━━━━━ Supplied entries ━━━━━
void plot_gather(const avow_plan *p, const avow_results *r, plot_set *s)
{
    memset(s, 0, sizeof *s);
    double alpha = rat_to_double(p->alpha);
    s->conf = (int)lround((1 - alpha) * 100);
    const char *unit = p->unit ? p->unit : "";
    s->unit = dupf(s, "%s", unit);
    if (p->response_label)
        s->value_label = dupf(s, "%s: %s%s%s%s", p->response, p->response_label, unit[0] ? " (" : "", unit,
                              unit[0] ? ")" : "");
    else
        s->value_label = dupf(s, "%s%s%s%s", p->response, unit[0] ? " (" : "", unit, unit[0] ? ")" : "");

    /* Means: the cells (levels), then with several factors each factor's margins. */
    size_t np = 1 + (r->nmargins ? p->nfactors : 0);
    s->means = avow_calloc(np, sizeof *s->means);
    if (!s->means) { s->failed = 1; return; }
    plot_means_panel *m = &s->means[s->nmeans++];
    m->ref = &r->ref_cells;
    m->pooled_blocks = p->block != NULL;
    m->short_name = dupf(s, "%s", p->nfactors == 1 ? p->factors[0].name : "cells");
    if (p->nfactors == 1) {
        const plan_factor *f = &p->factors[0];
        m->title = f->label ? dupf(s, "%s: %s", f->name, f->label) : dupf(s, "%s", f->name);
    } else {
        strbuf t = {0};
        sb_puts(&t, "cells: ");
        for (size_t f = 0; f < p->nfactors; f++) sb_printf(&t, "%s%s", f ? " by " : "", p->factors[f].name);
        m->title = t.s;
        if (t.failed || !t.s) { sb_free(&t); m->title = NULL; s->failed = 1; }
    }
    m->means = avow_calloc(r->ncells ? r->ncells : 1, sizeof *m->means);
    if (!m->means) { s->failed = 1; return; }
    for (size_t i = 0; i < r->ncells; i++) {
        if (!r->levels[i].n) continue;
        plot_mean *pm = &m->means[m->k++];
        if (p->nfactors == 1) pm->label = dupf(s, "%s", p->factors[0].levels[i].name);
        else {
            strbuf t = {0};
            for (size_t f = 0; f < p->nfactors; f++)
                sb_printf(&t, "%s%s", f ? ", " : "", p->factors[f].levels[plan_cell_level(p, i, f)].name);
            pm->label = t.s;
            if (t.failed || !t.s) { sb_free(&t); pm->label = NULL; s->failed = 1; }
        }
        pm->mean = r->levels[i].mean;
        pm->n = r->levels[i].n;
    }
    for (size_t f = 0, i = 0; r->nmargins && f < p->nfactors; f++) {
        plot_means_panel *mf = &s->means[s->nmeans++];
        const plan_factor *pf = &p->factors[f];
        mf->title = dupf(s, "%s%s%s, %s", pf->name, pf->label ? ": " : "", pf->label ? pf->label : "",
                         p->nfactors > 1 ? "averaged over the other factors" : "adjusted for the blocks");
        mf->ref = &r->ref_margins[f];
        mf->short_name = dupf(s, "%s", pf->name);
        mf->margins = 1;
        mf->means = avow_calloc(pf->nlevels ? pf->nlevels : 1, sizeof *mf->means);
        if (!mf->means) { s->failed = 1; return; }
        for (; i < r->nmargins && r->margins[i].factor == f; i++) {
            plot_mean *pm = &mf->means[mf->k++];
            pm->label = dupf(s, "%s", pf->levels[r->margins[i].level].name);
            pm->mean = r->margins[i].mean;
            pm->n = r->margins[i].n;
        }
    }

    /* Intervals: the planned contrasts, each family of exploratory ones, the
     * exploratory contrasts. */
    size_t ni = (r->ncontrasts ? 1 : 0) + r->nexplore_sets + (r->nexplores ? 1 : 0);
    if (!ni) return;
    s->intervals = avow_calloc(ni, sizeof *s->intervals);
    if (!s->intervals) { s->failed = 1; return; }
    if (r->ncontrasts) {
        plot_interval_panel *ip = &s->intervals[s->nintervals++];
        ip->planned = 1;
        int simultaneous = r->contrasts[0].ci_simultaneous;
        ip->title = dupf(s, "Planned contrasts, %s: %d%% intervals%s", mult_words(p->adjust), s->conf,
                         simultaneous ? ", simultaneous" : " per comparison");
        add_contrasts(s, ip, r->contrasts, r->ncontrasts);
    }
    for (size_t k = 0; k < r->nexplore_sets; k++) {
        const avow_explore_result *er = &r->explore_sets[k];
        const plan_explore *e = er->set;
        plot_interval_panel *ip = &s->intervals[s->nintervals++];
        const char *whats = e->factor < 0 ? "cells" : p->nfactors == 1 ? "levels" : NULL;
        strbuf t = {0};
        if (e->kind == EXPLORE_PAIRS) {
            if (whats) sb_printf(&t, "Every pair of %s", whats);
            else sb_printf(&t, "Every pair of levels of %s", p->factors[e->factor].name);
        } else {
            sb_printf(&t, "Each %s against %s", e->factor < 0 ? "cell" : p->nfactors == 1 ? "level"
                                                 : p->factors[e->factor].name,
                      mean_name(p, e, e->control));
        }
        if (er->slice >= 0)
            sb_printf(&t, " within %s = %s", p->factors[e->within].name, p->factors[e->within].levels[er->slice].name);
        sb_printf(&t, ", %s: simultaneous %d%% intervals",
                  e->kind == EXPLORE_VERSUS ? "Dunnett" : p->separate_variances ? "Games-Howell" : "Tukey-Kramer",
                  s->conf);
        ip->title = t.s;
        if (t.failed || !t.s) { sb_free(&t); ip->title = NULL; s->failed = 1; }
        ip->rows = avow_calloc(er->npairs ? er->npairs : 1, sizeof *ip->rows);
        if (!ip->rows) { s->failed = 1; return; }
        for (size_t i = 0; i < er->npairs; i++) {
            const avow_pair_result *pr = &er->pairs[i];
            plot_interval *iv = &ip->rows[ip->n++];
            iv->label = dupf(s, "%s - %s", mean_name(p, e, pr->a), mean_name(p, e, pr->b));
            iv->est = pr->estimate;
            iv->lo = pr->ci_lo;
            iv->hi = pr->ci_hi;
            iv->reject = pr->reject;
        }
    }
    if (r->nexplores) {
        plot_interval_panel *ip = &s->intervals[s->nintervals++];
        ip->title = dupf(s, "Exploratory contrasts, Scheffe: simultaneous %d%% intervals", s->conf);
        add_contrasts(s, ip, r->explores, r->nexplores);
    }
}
━━━━━
Go through the preceding material and copy each line that has the word "ncells".

[Answer section]:
    m->means = avow_calloc(r->ncells ? r->ncells : 1, sizeof *m->means);
    for (size_t i = 0; i < r->ncells; i++) {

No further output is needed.